In order to support JAGS data files, variables may be double quoted. For instance, the following definition is legal in a dump file.

"y" <- c(1,2,3) \end{Verbatim}

21.8 Line breaks

The line breaks in a dump file are required to be consistent with the way R reads in data. Both of the following declarations are legal.

y <- 2
y <-
3

Also following R, breaking before the assignment arrow are not allowed, so the following is invalid.

y
<- 2 # Syntax Error

Lines may also be broken in the middle of sequences declared using the c(...) notation., as well as between the comma following a sequence definition and the dimensionality declaration. For example, the following declaration of a \(2 \times 2 \times 3\) array is valid.

y <-
structure(c(1,2,3,
4,5,6,7,8,9,10,11,
12), .Dim = c(2,2,
3))

Because there are no decimal points in the values, the resulting dump file may be used for three-dimensional array variables declared as int or real.

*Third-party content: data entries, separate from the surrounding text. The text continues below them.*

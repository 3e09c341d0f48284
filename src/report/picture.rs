//! The one renderer of receptor's pictures: signed maps (weights, sensitivities) through the
//! colour key, inputs (preferred inputs, probe samples) as they would look inside the input
//! box, cell grids over the units of a lower layer, and grids of tiles. Pure functions from
//! slices to [`Picture`] (8-bit sRGB with straight alpha), encoded as PNG here.
//!
//! `receptor prefer --png`, the app's textures (converted to egui images in `app/maps.rs`)
//! and the app's PNG exports all draw through this module, so the same numbers give the
//! same pixels everywhere.
//!
//! Colours:
//! - a signed value `v` on the scale `[-m, +m]` is `v / m` through the colour key
//!   ([`ColourKey::rgb_scaled`]);
//! - an input value is a grey level over its box: the low end black (0), the high end white
//!   (255), `round(255 (x - low) / (high - low))`, clamped; a degenerate box (low = high)
//!   draws its centre grey (128); three-channel images show the colour itself;
//! - a non-finite value (a search that diverged, an overflowed weight) is [`NON_FINITE`],
//!   the colour key's no-value yellow (`no_value` of `assets/colour-key.json`, shown in the
//!   legend too), which is neither a grey nor a colour of the key;
//! - grid gaps are a muted blue ([`GAP`]), distinct from every grey.

use super::annotate::{self, GridKey};
use super::colour::{ColourKey, ScaleMode, symmetric_max};
use crate::error::{Error, Result};
use crate::model::{InputSpec, Layout};
use ndarray::ArrayView2;
use std::path::Path;

/// One pixel: 8-bit sRGB red, green, blue and straight (unmultiplied) alpha.
pub type Rgba = [u8; 4];

/// Colour of a non-finite value: the key's no-value colour (`no_value` in
/// `assets/colour-key.json`, a vivid yellow), neither a grey nor a colour of the key. A test
/// keeps the two equal, so the screen, the PNGs and the legend agree.
pub const NON_FINITE: Rgba = [250, 232, 20, 255];

/// Fully transparent: the gaps between channel panels and cells past the last unit.
pub const TRANSPARENT: Rgba = [0, 0, 0, 0];

/// Colour of the gaps between grid tiles: a muted blue, distinct from every grey.
pub const GAP: Rgba = [40, 60, 90, 255];

/// A tile whose picture is not there yet (a preferred-input search that has not finished):
/// mid grey, the centre of the input box.
pub const MISSING: Rgba = [128, 128, 128, 255];

/// Pixels between tiles of a grid.
pub const GRID_GAP: usize = 2;

/// Pixels between the channel panels of a signed map of an RGB input.
const CHANNEL_GAP: usize = 1;

/// Largest picture a grid may have, in pixels (256 Mi pixels, 1 GiB of RGBA): a guard against
/// a layer so wide or an input so large that the image could not be held in memory.
pub(crate) const MAX_PIXELS: u64 = 1 << 28;

/// An image: `width x height` pixels, row by row from the top left.
#[derive(Debug, Clone, PartialEq, Eq)]
pub struct Picture {
    width: usize,
    height: usize,
    pixels: Vec<Rgba>,
}

impl Picture {
    /// A `width x height` picture of one colour.
    pub fn filled(width: usize, height: usize, colour: Rgba) -> Picture {
        Picture {
            width,
            height,
            pixels: vec![colour; width * height],
        }
    }

    /// Width in pixels.
    pub fn width(&self) -> usize {
        self.width
    }

    /// Height in pixels.
    pub fn height(&self) -> usize {
        self.height
    }

    /// `[width, height]`, the order egui uses.
    pub fn size(&self) -> [usize; 2] {
        [self.width, self.height]
    }

    /// The pixels, `[height * width]`, row by row.
    pub fn pixels(&self) -> &[Rgba] {
        &self.pixels
    }

    /// The pixels as bytes, `[height * width * 4]` (R, G, B, A).
    pub fn rgba_bytes(&self) -> &[u8] {
        self.pixels.as_flattened()
    }

    /// The pixel at column `x`, row `y`; `None` outside the picture.
    pub fn pixel(&self, x: usize, y: usize) -> Option<Rgba> {
        (x < self.width && y < self.height).then(|| self.pixels[y * self.width + x])
    }

    /// True when every pixel is fully opaque.
    pub fn is_opaque(&self) -> bool {
        self.pixels.iter().all(|p| p[3] == 255)
    }

    /// A `width x height` picture from its pixels, row by row from the top left; `None`
    /// when `pixels` does not hold `width x height` of them.
    pub fn from_pixels(width: usize, height: usize, pixels: Vec<Rgba>) -> Option<Picture> {
        (width.checked_mul(height) == Some(pixels.len())).then_some(Picture {
            width,
            height,
            pixels,
        })
    }

    /// The part of the picture from column `x0`, row `y0`, `width x height` pixels, clipped
    /// to the picture (empty when nothing is left).
    pub fn cropped(&self, x0: usize, y0: usize, width: usize, height: usize) -> Picture {
        let x1 = x0.saturating_add(width).min(self.width);
        let y1 = y0.saturating_add(height).min(self.height);
        let (x0, y0) = (x0.min(x1), y0.min(y1));
        let pixels = (y0..y1)
            .flat_map(|y| {
                self.pixels[y * self.width + x0..y * self.width + x1]
                    .iter()
                    .copied()
            })
            .collect();
        Picture {
            width: x1 - x0,
            height: y1 - y0,
            pixels,
        }
    }

    /// Draws the outline of the half-open pixel box `[x0, x1) x [y0, y1)` in `colour`, one
    /// pixel thick, inside the box; parts outside the picture are left out.
    pub fn outline(&mut self, (x0, y0): (usize, usize), (x1, y1): (usize, usize), colour: Rgba) {
        let (x1, y1) = (x1.min(self.width), y1.min(self.height));
        if x0 >= x1 || y0 >= y1 {
            return;
        }
        for x in x0..x1 {
            self.pixels[y0 * self.width + x] = colour;
            self.pixels[(y1 - 1) * self.width + x] = colour;
        }
        for y in y0..y1 {
            self.pixels[y * self.width + x0] = colour;
            self.pixels[y * self.width + x1 - 1] = colour;
        }
    }

    /// Enlarged `sx` times across and `sy` times down (each at least 1) by repeating pixels,
    /// so that small maps stay crisp.
    pub fn zoomed(&self, sx: usize, sy: usize) -> Picture {
        let (sx, sy) = (sx.max(1), sy.max(1));
        let mut out = Picture::filled(self.width * sx, self.height * sy, TRANSPARENT);
        out.paste_zoomed(self, 0, 0, sx, sy);
        out
    }

    /// Fills the `width x height` box with its top left at (`x0`, `y0`) with `colour`; parts
    /// outside the picture are left out.
    pub fn fill_rect(&mut self, x0: usize, y0: usize, width: usize, height: usize, colour: Rgba) {
        let x1 = x0.saturating_add(width).min(self.width);
        let y1 = y0.saturating_add(height).min(self.height);
        for y in y0.min(y1)..y1 {
            self.pixels[y * self.width + x0.min(x1)..y * self.width + x1].fill(colour);
        }
    }

    /// Draws `tile` enlarged `sx x sy` with its top left at (`x0`, `y0`); the caller makes
    /// sure it fits.
    pub(crate) fn paste_zoomed(
        &mut self,
        tile: &Picture,
        x0: usize,
        y0: usize,
        sx: usize,
        sy: usize,
    ) {
        for y in 0..tile.height * sy {
            let src = &tile.pixels[(y / sy) * tile.width..][..tile.width];
            let dst = &mut self.pixels[(y0 + y) * self.width + x0..][..tile.width * sx];
            for (d, s) in dst.chunks_exact_mut(sx).zip(src) {
                d.fill(*s);
            }
        }
    }

    /// The picture encoded as PNG (ISO/IEC 15948): 8-bit RGB when every pixel is opaque,
    /// 8-bit RGBA otherwise.
    pub fn png_bytes(&self) -> Result<Vec<u8>> {
        let (w, h) = (self.width as u32, self.height as u32);
        let fail =
            |e: image::ImageError| Error::internal(format!("cannot encode the PNG image: {e}"));
        let too_big = || {
            Error::usage(format!(
                "the image is {} x {} pixels, too large to encode",
                self.width, self.height
            ))
        };
        if u32::try_from(self.width).is_err() || u32::try_from(self.height).is_err() {
            return Err(too_big());
        }
        let mut out = std::io::Cursor::new(Vec::new());
        if self.is_opaque() {
            let rgb: Vec<u8> = self
                .pixels
                .iter()
                .flat_map(|p| [p[0], p[1], p[2]])
                .collect();
            image::RgbImage::from_raw(w, h, rgb)
                .ok_or_else(too_big)?
                .write_to(&mut out, image::ImageFormat::Png)
                .map_err(fail)?;
        } else {
            image::RgbaImage::from_raw(w, h, self.rgba_bytes().to_vec())
                .ok_or_else(too_big)?
                .write_to(&mut out, image::ImageFormat::Png)
                .map_err(fail)?;
        }
        Ok(out.into_inner())
    }

    /// Encodes the picture as PNG and writes it to `path` atomically.
    pub fn write_png(&self, path: &Path) -> Result<()> {
        let bytes = self.png_bytes()?;
        crate::atomic::write_bytes_atomic(path, &bytes)
    }
}

/// The grey level of `x` in the box `[low, high]`: 0 at `low`, 255 at `high`, clamped; the
/// centre (128) for a degenerate box; `None` for a non-finite `x`.
pub fn level(x: f32, low: f32, high: f32) -> Option<u8> {
    if !x.is_finite() {
        return None;
    }
    let span = high - low;
    let t = if span > 0.0 { (x - low) / span } else { 0.5 };
    // In [0, 255] after the clamp, so the cast cannot wrap.
    Some((t.clamp(0.0, 1.0) * 255.0).round() as u8)
}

21.9 BNF grammar for dump data

A more precise definition of the dump data format is provided by the following (mildly templated) Backus-Naur form grammar.

definition ::= name <- value optional_semicolon

name ::= char*     | ''' char* '''     | '"' char* '"'

value ::= value<int> | value<double>

value<T> ::= T       | seq<T>       | zero_array<T>       |
'structure' '(' seq<T> ',' ".Dim" '=' seq<int> ')'       | 'structure'
'(' zero_array<T> ',' ".Dim" '=' seq<int> ')'

seq<int> ::= int ':' int       | cseq<int>

zero_array<int> ::= "integer" '(' <non-negative int>? ')'

zero_array<real> ::= "double" '(' <non-negative int>? ')'

seq<real> ::= cseq<real>

cseq<T> ::= 'c' '(' vseq<T> ')'

vseq<T> ::= T      | T ',' vseq<T>

The template parameters T will be set to either int or real. Because Stan allows promotion of integer values to real values, an integer sequence specification in the dump data format may be assigned to either an integer- or real-based variable in Stan.